Noam Tavor, head of the Israel Prisons Service canine unit, said the program is designed to overcome mistakes in which guards have either not heard dogs sounding an alarm or failed to speedily identify its significance.
"It collects the dogs' barks through microphones...and sorts and grades them," Tavor told Army Radio. "It relays only the barks that are significant in terms of security barks that reveal stress or aggression in the dog."
The radio said prison staff monitor the system through loudspeakers and TV cameras that automatically zoom in on suspected hot spots.
Because of their heightened sense of smell and hearing, dogs can identify suspicious people well before they trip an alarm wire, Tavor told The Associated Press Monday.
The Prison Service has long used dogs to patrol its fences, but found the system had flaws. "The dogs would bark, and staff of the prison wouldn't hear it, or would hear it and would not take action fast enough." Tavor said.
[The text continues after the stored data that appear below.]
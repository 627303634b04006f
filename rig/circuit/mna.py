"""Linear DC modified nodal analysis (MNA), single and batched.

Unknowns are the non-ground node voltages followed by one branch current per voltage source and
per VCVS.  Every matrix and right-hand-side entry is a fixed coefficient times one parameter
(a conductance, a gain, a source value or the constant 1), so a circuit is compiled once into
index arrays and each solve is a gather, one scatter-add (``np.bincount``, the fast 1-D form of
``np.add.at``) and one ``np.linalg.solve``.  A batch of N parameter sets scatters into an
``(N, n, n)`` stack and solves it in one call.

Before anything is solved, a union-find pass rejects floating nodes and loops of ideal voltage
sources with a message that names them; a singular system found later is still a ``CircuitError``.

Sign conventions (SPICE, as in the ngspice manual's description of independent sources): the
current of a source is the current flowing from its ``pos`` node through the source to its ``neg``
node, so a source delivering power reports a negative current.  ``i_resistor`` is the current from
``a`` through the resistor or switch to ``b``.
"""

from __future__ import annotations

import logging
import threading
from collections import deque
from collections.abc import Mapping
from dataclasses import dataclass, field

import numpy as np
import numpy.typing as npt

from rig.circuit.netlist import GROUND, Circuit, Element, Kind, canonical_node, check_value
from rig.errors import CircuitError

log = logging.getLogger(__name__)

FloatArray = npt.NDArray[np.float64]
IntArray = npt.NDArray[np.intp]

_GROUND_INDEX = -1  # x_ext[..., -1] is always 0 V, so ground needs no special case
_BATCH_CHUNK_ENTRIES = 1 << 24  # matrix entries assembled at once in a batch (~128 MB)


@dataclass(frozen=True, eq=False)
class Topology:
    """A circuit compiled to index arrays; valid until an element is added or removed."""

    nodes: tuple[str, ...]
    node_index: Mapping[str, int]
    size: int
    res_names: tuple[str, ...]  # resistors and switches, in stamp order
    res_a: IntArray
    res_b: IntArray
    vs_names: tuple[str, ...]
    is_names: tuple[str, ...]
    e_names: tuple[str, ...]
    slot: Mapping[str, tuple[Kind, int]]  # element -> (kind, position in its kind's list)
    branch_row: Mapping[str, int]  # vsource / vcvs -> index of its current unknown
    is_pos: IntArray
    is_neg: IntArray
    # matrix: A.flat[mat_flat] += mat_coef * p_mat[mat_param]; p_mat = (g..., gain..., 1)
    mat_flat: IntArray
    mat_param: IntArray
    mat_coef: FloatArray
    # single solves sum entries per distinct position (mat_inv) into a reused matrix at mat_uniq:
    # a fresh ~1 MB matrix per solve costs more than the LU itself for 300 nodes
    mat_uniq: IntArray
    mat_inv: IntArray
    # right-hand side: z[rhs_row] += rhs_coef * p_rhs[rhs_param]; p_rhs = (v..., i...)
    rhs_row: IntArray
    rhs_param: IntArray
    rhs_coef: FloatArray
    work: FloatArray = field(repr=False)  # size*size, zero outside mat_uniq; guarded by lock
    lock: threading.Lock = field(default_factory=threading.Lock, repr=False)


# -- compiling --------------------------------------------------------------------------------


def compile_circuit(circuit: Circuit) -> Topology:
    """Return the circuit's compiled topology, building and checking it if it changed."""
    cached = circuit._compiled
    if isinstance(cached, Topology):
        return cached
    topology = _build(circuit)
    circuit._compiled = topology
    return topology
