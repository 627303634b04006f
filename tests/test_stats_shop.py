"""Shop statistics over real stores: the demo's 10 sensor runs and retests on the virtual bench;
each figure recomputed independently from the stored rows (plain Python and numpy)."""

from __future__ import annotations

import dataclasses
import datetime as dt
import io
import json
import re
import sys
from collections import Counter
from pathlib import Path

import numpy as np
import pytest
from bench_helpers import MIDWAY_STOP, SEQUENCES, shipped_bench, shipped_plan

from rig.cli import main
from rig.config.fixture import load_fixture
from rig.config.station import load_station
from rig.config.unit_file import load_unit
from rig.demo import CASES, HARNESS_CASES, run_demo
from rig.runner import load_plan, run_plan
from rig.sim.bench import VirtualBench
from rig.stats.filters import FilterError, RunFilter, make_filter
from rig.stats.from_store import model_step_stats, shop_stats
from rig.stats.yields import runs_frame, screen_outcomes, units_frame
from rig.store import ResultStore

PASSING = ("pass", "conditional pass")


@pytest.fixture(scope="module")
def demo_store(tmp_path_factory: pytest.TempPathFactory) -> Path:
    store_path, runs = run_demo(tmp_path_factory.mktemp("demo"), cases=CASES)
    assert len(runs) == 10
    return store_path


def test_yield_and_screens_match_the_stored_runs(demo_store: Path) -> None:
    # source: first-pass / final yield as shares of units (common practice, no published source),
    # recomputed here in plain Python from the run rows
    store = ResultStore(demo_store)
    try:
        runs = sorted(store.runs(limit=1000), key=lambda r: (r["started_at"], r["id"]))
        stats = shop_stats(store, RunFilter())
    finally:
        store.close()
    assert stats.runs == len(runs) == 10
    table = stats.by_sequence.set_index("sequence")
    for sequence in {r["sequence_name"] for r in runs}:
        mine = [r for r in runs if r["sequence_name"] == sequence]
        first: dict[str, bool] = {}
        last: dict[str, bool] = {}
        for r in mine:
            ok = r["status"] == "complete" and r["verdict"] in PASSING
            first.setdefault(r["serial"], ok)
            last[r["serial"]] = ok
        assert table.loc[sequence, "units"] == len(first)
        assert table.loc[sequence, "first_pass_yield"] == pytest.approx(
            sum(first.values()) / len(first)
        )
        assert table.loc[sequence, "final_yield"] == pytest.approx(sum(last.values()) / len(last))
        screens = stats.screens.set_index("sequence")
        last_verdicts = {r["serial"]: r["verdict"] for r in mine if r["status"] == "complete"}
        assert screens.loc[sequence, "no_fault_found"] == sum(
            v == "pass" for v in last_verdicts.values()
        )


def test_a_screen_confirms_only_beyond_the_uncertainty_and_calls_conditional_inconclusive() -> None:
    # ILAC-G8:2019 (guarded decision rules): a conditional pass or fail lies within the
    # measurement's uncertainty of a limit, so it decides neither way; a returned unit whose last
    # verdict is conditional is inconclusive, not a confirmed failure or no fault found.
    # the last three: what the run's steps show (rig.screening.EVIDENCE_SQL): a step failed
    # beyond its U, every step inside beyond its U, the bench's reference failed
    rows = [
        (1, "A", "screen", "2026-12-01", "complete", "fail", "", 1, 0, 0),
        (2, "B", "screen", "2026-12-01", "complete", "conditional fail", "", 0, 0, 0),
        (3, "C", "screen", "2026-12-01", "complete", "conditional pass", "", 0, 0, 0),
        (4, "D", "screen", "2026-12-01", "complete", "pass", "", 0, 1, 0),
        (5, "E", "screen", "2026-12-01", "aborted", "error", "instrument fault: DMM gone", 0, 1, 0),
        (6, "B", "screen", "2026-12-02", "complete", "fail", "", 1, 0, 0),  # B retested
    ]
    # no end cause stored, no claim, no "no" answer
    rows = [(*row[:7], None, "", 0, *row[7:]) for row in rows]
    screen = screen_outcomes(units_frame(runs_frame(rows))).iloc[0]
    assert (screen["units"], screen["confirmed_failure"], screen["no_fault_found"]) == (5, 2, 1)
    assert (screen["inconclusive"], screen["undecided"]) == (1, 1)
    assert screen["confirmed_share"] == pytest.approx(2 / 3)


def test_pareto_and_capability_match_the_stored_steps(demo_store: Path) -> None:
    # source: counts of failed steps and numpy mean / std(ddof=1) of the stored step values
    store = ResultStore(demo_store)
    try:
        runs = store.runs(limit=1000)
        steps = [(r["sequence_name"], s) for r in runs for s in store.steps(r["id"])]
        stats = shop_stats(store, RunFilter())
    finally:
        store.close()
    # part failures: in runs that completed with no question answered no and no failed bench
    # reference, the bench's reference step left out (docs/reports-and-stats.md)
    undecided = {
        s["run_id"]
        for _, s in steps
        if s["verdict"] == "fail" and (s["unit"] == "" or s["kind"] == "reference-temperature")
    }
    complete = {r["id"] for r in runs if r["status"] == "complete"} - undecided
    failed = Counter(
        f"{seq} / {s['step_id']}"
        for seq, s in steps
        if s["verdict"] in ("fail", "conditional fail")
        and s["run_id"] in complete
        and s["kind"] != "reference-temperature"
    )
    assert dict(zip(stats.pareto_steps["step"], stats.pareto_steps["count"], strict=True)) == failed
    assert stats.pareto_steps["cumulative"].iloc[-1] == pytest.approx(1.0)
    assert list(stats.pareto_steps["count"]) == sorted(failed.values(), reverse=True)
    checked = 0
    for group in stats.steps:
        mine = [s for seq, s in steps if seq == group.sequence and s["step_id"] == group.step_id]
        if group.unit.endswith(" off prediction"):
            # judged around a prediction: each reading's deviation from it, whose limits stay
            # put while the step's move with the prediction (one group, not one per run)
            values = [s["value"] - s["predicted"] for s in mine if s["value"] is not None]
            assert group.low == pytest.approx(mine[0]["low"] - mine[0]["predicted"])
        elif group.unit == "% of prediction":
            values = [
                (s["value"] - s["predicted"]) / abs(s["predicted"]) * 100
                for s in mine
                if s["value"] is not None
            ]
        else:
            values = [
                s["value"]
                for s in mine
                if s["low"] == group.low and s["high"] == group.high and s["value"] is not None
            ]
        assert group.n == len(values)
        assert group.mean == pytest.approx(float(np.mean(values)), rel=1e-9, abs=1e-12)
        if len(values) > 1 and np.std(values) > 1e-9 * abs(np.mean(values)):
            s_dev = float(np.std(values, ddof=1))
            assert group.std == pytest.approx(s_dev, rel=1e-6)
            if group.low is not None and group.high is not None:
                assert group.cp == pytest.approx((group.high - group.low) / (6 * s_dev), rel=1e-6)
            checked += 1
    assert checked >= 3
    # a step judged around a prediction is one group, however its limits moved
    model_steps = {(seq, s["step_id"]) for seq, s in steps if s["predicted"] is not None}
    grouped = [
        (g.sequence, g.step_id) for g in stats.steps if (g.sequence, g.step_id) in model_steps
    ]
    assert model_steps and sorted(grouped) == sorted(model_steps)
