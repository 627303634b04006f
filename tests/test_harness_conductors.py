"""Continuity limits against published copper figures."""

from __future__ import annotations

import math

import pytest

from rig.harness.conductors import Allowances, copper_factor, path_limit, row_resistance_ohm
from rig.harness.wire_list import End, WireRow
from rig.models.copper import area_from_gauge

# Solid annealed copper at 20 degC, ohm per km.  16, 18 and 20 AWG: the handbook AWG table as
# given in SOURCES.md ("Copper conductors"), recomputed there from the ASTM B258 diameter and the
# IEC 60028 resistivity.  14 and 22 AWG: NIST Handbook 100 (Copper Wire Tables), 2.525 and 16.14
# ohm per 1000 ft at 20 degC, converted to ohm per km (values from memory).
AWG_OHM_PER_KM = {14: 8.284, 16: 13.17, 18: 20.95, 20: 33.30, 22: 52.95}

# IEC 60028: annealed copper 1/58 ohm mm2/m at 20 degC; alpha20 = 0.00393 /K (SOURCES.md, the
# coefficient from memory; IEC 60228 Annex B fits about 0.004 /K, so these checks assume 0.00393).
RHO20 = 1 / 58
ALPHA20 = 0.00393


def _row(gauge: str, length_m: float) -> WireRow:
    return WireRow(
        line=2,
        wire="W1",
        start=End("J1", "1"),
        end=End("J2", "1"),
        gauge=gauge,
        area_mm2=area_from_gauge(gauge),
        length_m=length_m,
    )


@pytest.mark.parametrize(("awg", "ohm_per_km"), sorted(AWG_OHM_PER_KM.items()))
def test_awg_conductor_matches_the_published_table(awg: int, ohm_per_km: float) -> None:
    r = row_resistance_ohm(_row(f"{awg} AWG", 1000.0), 20.0)
    assert r == pytest.approx(ohm_per_km, rel=2e-3)


def test_one_square_millimetre_metre_is_the_iec_60028_resistivity() -> None:
    assert row_resistance_ohm(_row("1 mm2", 1.0), 20.0) == pytest.approx(0.017241, rel=1e-4)


@pytest.mark.parametrize("temp_c", [-20.0, 0.0, 23.0, 35.0, 60.0])
def test_resistance_follows_the_copper_coefficient(temp_c: float) -> None:
    # R_T = R20 [1 + alpha20 (T - 20)] (IEC 60028 resistivity; alpha20 as stated above)
    expected = RHO20 * 2.5 / 0.5 * (1 + ALPHA20 * (temp_c - 20.0))
    assert row_resistance_ohm(_row("0.5 mm2", 2.5), temp_c) == pytest.approx(expected, rel=1e-9)


def test_limit_is_copper_at_ambient_plus_one_allowance_per_contact_and_splice() -> None:
    allowances = Allowances(contact_ohm=0.005, splice_ohm=0.002)
    a = WireRow(2, "Wa", End("J1", "10"), End("SP1", ""), "2.5 mm2", 2.5, 1.2)
    b = WireRow(3, "Wb", End("SP1", ""), End("J2", "8"), "1.5 mm2", 1.5, 1.3)
    limit = path_limit([a, b], 28.0, allowances)
    copper = RHO20 * (1.2 / 2.5 + 1.3 / 1.5) * (1 + ALPHA20 * 8.0)
    assert limit.conductor_ohm == pytest.approx(copper, rel=1e-9)  # the expected value
    # two fixture contacts (J1-10, J2-8) and one splice
    assert limit.allowance_ohm == pytest.approx(2 * 0.005 + 0.002)
    # the limit allows each conductor its IEC 60228 class 5 maximum at 28 degC: 2.5 mm2 7.98,
    # 1.5 mm2 13.3 ohm/km at 20 degC (IEC 60228 table 3, plain copper; checked against copies)
    most = (7.98 * 1.2 + 13.3 * 1.3) / 1000 * (1 + ALPHA20 * 8.0)
    assert limit.max_ohm == pytest.approx(most + 0.012, rel=1e-9)


# IEC 60228 table 3, class 5 (flexible), plain copper, maximum ohm/km at 20 degC (checked
# against two published copies of the table, December 2026)
IEC60228_CLASS5 = {0.5: 39.0, 0.75: 26.0, 1.0: 19.5, 1.5: 13.3, 2.5: 7.98, 4.0: 4.95, 6.0: 3.30}


@pytest.mark.parametrize(("area", "ohm_per_km"), sorted(IEC60228_CLASS5.items()))
@pytest.mark.parametrize("temp_c", [20.0, 31.0])
def test_a_metric_wire_is_allowed_its_iec_60228_class_5_maximum_at_the_ambient(
    area: float, ohm_per_km: float, temp_c: float
) -> None:
    # a long, correctly sized flexible wire may read up to its standard's maximum, 13-16 % over
    # nominal copper (rho20 = 1/58, IEC 60028): nominal copper alone would fail it
    limit = path_limit([_row(f"{area:g} mm2", 12.0)], temp_c, Allowances(contact_ohm=0.0))
    factor = 1 + ALPHA20 * (temp_c - 20.0)  # alpha20 = 0.00393 /K, as stated above
    assert limit.max_ohm == pytest.approx(ohm_per_km * 12.0 / 1000 * factor, rel=1e-9)
    assert limit.conductor_ohm == pytest.approx(RHO20 * 12.0 / area * factor, rel=1e-9)
    assert 1.10 < limit.max_ohm / limit.conductor_ohm < 1.17


def test_an_awg_wire_gets_the_stated_margin_and_another_metric_size_nominal_copper() -> None:
    # 18 AWG solid, 20.95 ohm/km at 20 degC (handbook AWG table, SOURCES.md); the 10 % margin
    # for stranding is our figure (common practice, no published source).  0.35 mm2 is an
    # ISO 6722-1 size that IEC 60228 does not list: nominal copper, no standard maximum.
    awg = path_limit([_row("18 AWG", 10.0)], 20.0, Allowances(contact_ohm=0.0))
    assert awg.max_ohm == pytest.approx(0.2095 * 1.10, rel=2e-3)
    small = path_limit([_row("0.35 mm2", 10.0)], 20.0, Allowances(contact_ohm=0.0))
    assert small.max_ohm == pytest.approx(RHO20 * 10.0 / 0.35, rel=1e-9)


def test_two_wire_path_adds_the_stated_two_wire_allowance() -> None:
    allowances = Allowances(two_wire_ohm=0.2)
    four = path_limit([_row("18 AWG", 2.0)], 20.0, allowances, four_wire=True)
    two = path_limit([_row("18 AWG", 2.0)], 20.0, allowances, four_wire=False)
    assert two.max_ohm - four.max_ohm == pytest.approx(0.2)


def test_captured_row_moves_to_todays_ambient_with_the_copper_coefficient() -> None:
    row = WireRow(2, "C1", End("J1", "1"), End("J2", "1"), measured_ohm=0.050, measured_at_c=20.0)
    at_30 = row_resistance_ohm(row, 30.0)
    assert at_30 == pytest.approx(0.050 * (1 + ALPHA20 * 10.0), rel=1e-9)
    limit = path_limit([row], 30.0, Allowances(contact_ohm=0.005, captured_pct=10.0))
    assert limit.max_ohm == pytest.approx(at_30 * 1.10 + 0.005)
    assert copper_factor(20.0, 20.0) == 1.0
    assert math.isclose(copper_factor(20.0, 30.0) * copper_factor(30.0, 20.0), 1.0)


def test_a_captured_row_s_limit_adds_one_contact_for_the_spread_of_its_two() -> None:
    # A capture reads each path between fixture pins, so 0.050 ohm at 20 degC already holds the
    # two contacts of the harness captured.  At 30 degC the row may read its value moved with
    # copper's coefficient (alpha20 = 0.00393 /K, SOURCES.md, from memory), plus the 10 %
    # captured tolerance, plus one 5 mohm contact: another harness's two contacts may read 5 mohm
    # each where the captured ones read about half that.  By hand:
    # 0.050 x (1 + 0.00393 x 10) x 1.10 + 0.005 = 0.062162 ohm.  A drawing row on the same
    # path brings its own two contacts (2 x 5 mohm); a path of two captured rows, one each.
    captured = WireRow(
        2, "C1", End("J1", "1"), End("J2", "1"), measured_ohm=0.050, measured_at_c=20.0
    )
    allowances = Allowances(contact_ohm=0.005, captured_pct=10.0)
    alone = path_limit([captured], 30.0, allowances)
    assert alone.max_ohm == pytest.approx(0.062162, abs=1e-6)
    drawn = _row("18 AWG", 2.0)
    both = path_limit([captured, drawn], 30.0, allowances)
    assert both.allowance_ohm == pytest.approx(alone.allowance_ohm + 2 * 0.005)
    twice = path_limit([captured, captured], 30.0, allowances)
    assert twice.allowance_ohm == pytest.approx(2 * alone.allowance_ohm)


@pytest.mark.parametrize("at_c", [0.0, -5.0, 0.001])
def test_a_captured_row_measured_at_or_below_freezing_is_moved_from_its_own_temperature(
    at_c: float,
) -> None:
    # 0 degC is a temperature, not "unstated": 0.100 ohm at 0 degC, at 23 degC, is
    # 0.100 x [1 + a (23 - 20)] / [1 + a (0 - 20)] = 0.10981 ohm (alpha20 = 0.00393 /K, SOURCES.md,
    # from memory); taken as measured at 20 degC it was 0.10118 ohm
    row = WireRow(1, "W1", End("J1", "1"), End("J2", "1"), measured_ohm=0.100, measured_at_c=at_c)
    expected = 0.100 * (1 + ALPHA20 * (23 - 20)) / (1 + ALPHA20 * (at_c - 20))
    assert row_resistance_ohm(row, 23.0) == pytest.approx(expected, rel=1e-12)
    if at_c == 0.0:
        assert expected == pytest.approx(0.10981, abs=5e-6)
    # unstated, a captured row is taken as measured at 20 degC, as before
    unstated = WireRow(1, "W1", End("J1", "1"), End("J2", "1"), measured_ohm=0.100)
    assert row_resistance_ohm(unstated, 23.0) == pytest.approx(0.100 * (1 + ALPHA20 * 3))
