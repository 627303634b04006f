"""Shared pieces of the harness tests: invented harnesses with seeded random faults, and the
finding each fault must produce."""

from __future__ import annotations

import ctypes
import glob
import os
from dataclasses import dataclass
from pathlib import Path

import numpy as np

from rig.harness.as_built import BuildFault
from rig.harness.miswire import Finding


def one_blas_thread() -> None:
    """The bench circuit is a few hundred nodes: BLAS threads only fight over the CPU (a solve
    is ten times slower with them on a loaded two-core machine).  Results are unchanged."""
    import numpy

    folder = os.path.join(os.path.dirname(numpy.__file__), os.pardir, "numpy.libs")
    for path in glob.glob(os.path.join(folder, "libscipy_openblas*.so")):
        lib = ctypes.CDLL(path)
        for name in ("scipy_openblas_set_num_threads64_", "openblas_set_num_threads"):
            setter = getattr(lib, name, None)
            if setter is not None:
                setter(ctypes.c_int(1))
                return


@dataclass(frozen=True)
class Planted:
    fault: BuildFault
    kind: str
    """The finding kind it must produce."""
    words: tuple[str, ...]
    """Text the finding must contain: the wire-list words a technician works by (pins, nets,
    wire ids)."""


def plant_faults(nets: int, splices: int, spare_pins: list[str], seed: int) -> list[Planted]:
    """Up to five faults on distinct nets of an invented harness (``rig.sim.harness_bench``)."""
    rng = np.random.default_rng(seed)
    plain = [i for i in range(splices + 1, nets + 1)]
    order = [int(x) for x in rng.permutation(plain)]
    planted: list[Planted] = []
    kinds = ["open", "short", "swap", "high", "very-high", "misplaced-spare", "misplaced-net"]
    rng.shuffle(kinds)
    for kind in kinds[: int(rng.integers(1, 5))]:
        if len(order) < 2:
            break
        i = order.pop()
        if kind == "open":
            planted.append(
                Planted(BuildFault("open", f"W{i}"), "open", (f"A-{i}", f"B-{i}", f"(wire W{i}"))
            )
        elif kind == "high":
            fault = BuildFault("high", f"W{i}", ohm=0.5)
            planted.append(Planted(fault, "high-resistance", (f"N{i}:", "limit", f"(wire W{i}")))
        elif kind == "very-high":
            fault = BuildFault("high", f"W{i}", ohm=2000.0)
            planted.append(Planted(fault, "high-resistance", (f"N{i}:", "only through", f"W{i}")))
        elif kind == "short":
            j = order.pop()
            fault = BuildFault("short", f"W{i}", other=f"W{j}")
            # each net by its pins and its wire (the invented lists' two-pin nets are blue)
            words = tuple(f"N{k} (A-{k}, B-{k}: wire W{k}, blue)" for k in sorted((i, j)))
            words += (f"N{min(i, j)} (", ") and N", "are joined")
            planted.append(Planted(fault, "short", words))
        elif kind == "swap":
            j = order.pop()
            fault = BuildFault("swap", f"W{i}", other=f"W{j}")
            planted.append(Planted(fault, "swap", (f"A-{i} reaches B-{j}, expected B-{i}",)))
        elif kind == "misplaced-spare" and spare_pins:
            pin = spare_pins.pop()
            fault = BuildFault("misplaced", f"W{i}", pin=pin)
            planted.append(Planted(fault, "miswire", (f"A-{i} reaches {pin}, expected B-{i}",)))
        elif kind == "misplaced-net":
            j = order.pop()
            fault = BuildFault("misplaced", f"W{i}", pin=f"B-{j}")
            planted.append(Planted(fault, "miswire", (f"A-{i} reaches B-{j}, expected B-{i}",)))
    if splices:
        planted.append(
            Planted(
                BuildFault("missing-splice", "W1c"), "splice", ("C-1 does not reach", "SP1", "W1c")
            )
        )
    return planted


def unmatched(planted: list[Planted], findings: list[Finding]) -> list[str]:
    """Planted faults with no finding of their kind and words; and findings nobody planted."""
    left = list(findings)
    missing = []
    for p in planted:
        match = next(
            (f for f in left if f.kind == p.kind and all(w in f.text for w in p.words)), None
        )
        if match is None:
            missing.append(f"not found: {p.fault} (want {p.kind} {p.words})")
        else:
            left.remove(match)
    return missing + [f"not planted: {f.kind}: {f.text}" for f in left]


def folder_for(tmp: Path, name: str) -> Path:
    path = tmp / name
    path.mkdir(parents=True, exist_ok=True)
    return path
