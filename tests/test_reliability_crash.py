"""SIGKILL of the controller at 20 seeded random points during real runs on a virtual bench.

The controller is a real ``rig run`` / ``rig continue`` subprocess; the bench runs here in real
timing with a 1 s relay watchdog.  See ``rig.sim.crash_drill`` for what is checked after each kill.
"""

from __future__ import annotations

from pathlib import Path

import pytest

from rig.sim.crash_drill import run_crash_drill

KILLS = 20
SEED = 20261201


@pytest.mark.slow
@pytest.mark.timeout(900)
def test_sigkill_at_20_points_loses_nothing_and_leaves_the_bench_safe(tmp_path: Path) -> None:
    report = run_crash_drill(KILLS, seed=SEED, folder=tmp_path)
    detail = "\n".join(report.problems)
    assert report.kill_points == KILLS
    assert report.readings_reported > 0, "the controller reported no stored reading"
    assert report.readings_lost == 0 and report.steps_lost == 0, detail
    assert report.watchdog_late == 0, detail
    assert report.unsafe_restarts == 0, detail
    assert report.not_marked_incomplete == 0, detail
    assert report.repeated_or_missing_steps == 0, detail
    assert report.runs == report.runs_complete, detail
    assert report.interlock_violations == 0
    # the checks above were exercised, not vacuous
    assert report.kills_with_relays_closed > 0 and report.opened_by_watchdog > 0
    assert report.restarts_with_supply_on > 0
    assert report.continued > 0
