"""A TCP relay between rig and the PostgreSQL server that can cut the link on cue: after a number
of bytes sent towards the server, or just after the server was sent its n-th COMMIT (so the
server commits and the station never hears it).  Real sockets both ways; nothing is simulated.
"""

from __future__ import annotations

import contextlib
import socket
import threading
import time
from dataclasses import dataclass, field


@dataclass
class Cut:
    up_bytes: int | None = None  # cut once this many bytes went towards the server
    after_commit: int | None = None  # cut the replies once the n-th COMMIT went to the server


@dataclass
class LinkProxy:
    target_port: int
    cut: Cut = field(default_factory=Cut)
    up_total: int = 0
    commits_seen: int = 0
    cut_happened: bool = False

    def __post_init__(self) -> None:
        self._listener = socket.create_server(("127.0.0.1", 0))
        self.port = int(self._listener.getsockname()[1])
        self._stop = threading.Event()
        self._open: list[socket.socket] = []
        threading.Thread(target=self._accept, daemon=True).start()

    def close(self) -> None:
        self._stop.set()
        self._listener.close()
        self._drop_all()

    def _drop_all(self) -> None:
        for s in self._open:
            with contextlib.suppress(OSError):
                s.shutdown(socket.SHUT_RDWR)
            s.close()

    def _accept(self) -> None:
        while not self._stop.is_set():
            try:
                client, _ = self._listener.accept()
            except OSError:
                return
            server = socket.create_connection(("127.0.0.1", self.target_port))
            self._open += [client, server]
            threading.Thread(target=self._pump, args=(client, server, True), daemon=True).start()
            threading.Thread(target=self._pump, args=(server, client, False), daemon=True).start()

    def _pump(self, src: socket.socket, dst: socket.socket, up: bool) -> None:
        while True:
            try:
                data = src.recv(65536)
            except OSError:
                return
            if not data or self.cut_happened:
                return
            if up:
                data = self._up(data)
            try:
                dst.sendall(data)
            except OSError:
                return
            if self.cut_happened:
                if up and self.cut.after_commit is not None:
                    time.sleep(0.3)  # let the server read and run the COMMIT before the close
                self._drop_all()
                return

    def _up(self, data: bytes) -> bytes:
        budget = self.cut.up_bytes
        if budget is not None and self.up_total + len(data) >= budget:
            data = data[: max(0, budget - self.up_total)]
            self.cut_happened = True
        self.up_total += len(data)
        self.commits_seen += data.count(b"COMMIT")
        if self.cut.after_commit is not None and self.commits_seen >= self.cut.after_commit:
            self.cut_happened = True
        return data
He said prison staff would also sometimes ignore dogs' barks if they thought it was nothing serious, what he called the "boy who cried wolf" phenomenon.
Six years ago, the Prisons Service joined with Bio-Sense, a high-tech company headquartered near Tel Aviv, to create a system that would notify them when dogs were barking because of something suspicious.
Bio-Sense recorded the patrol dogs barking in different situations, from playtime to cat encounters to real emergencies. They loaded thousands of these recordings into a computer program to determine "what makes the emergency bark different than the other barks," said Bio-Sense project manager Orit Netz.
One of the keys turned out to be the dog's stress level.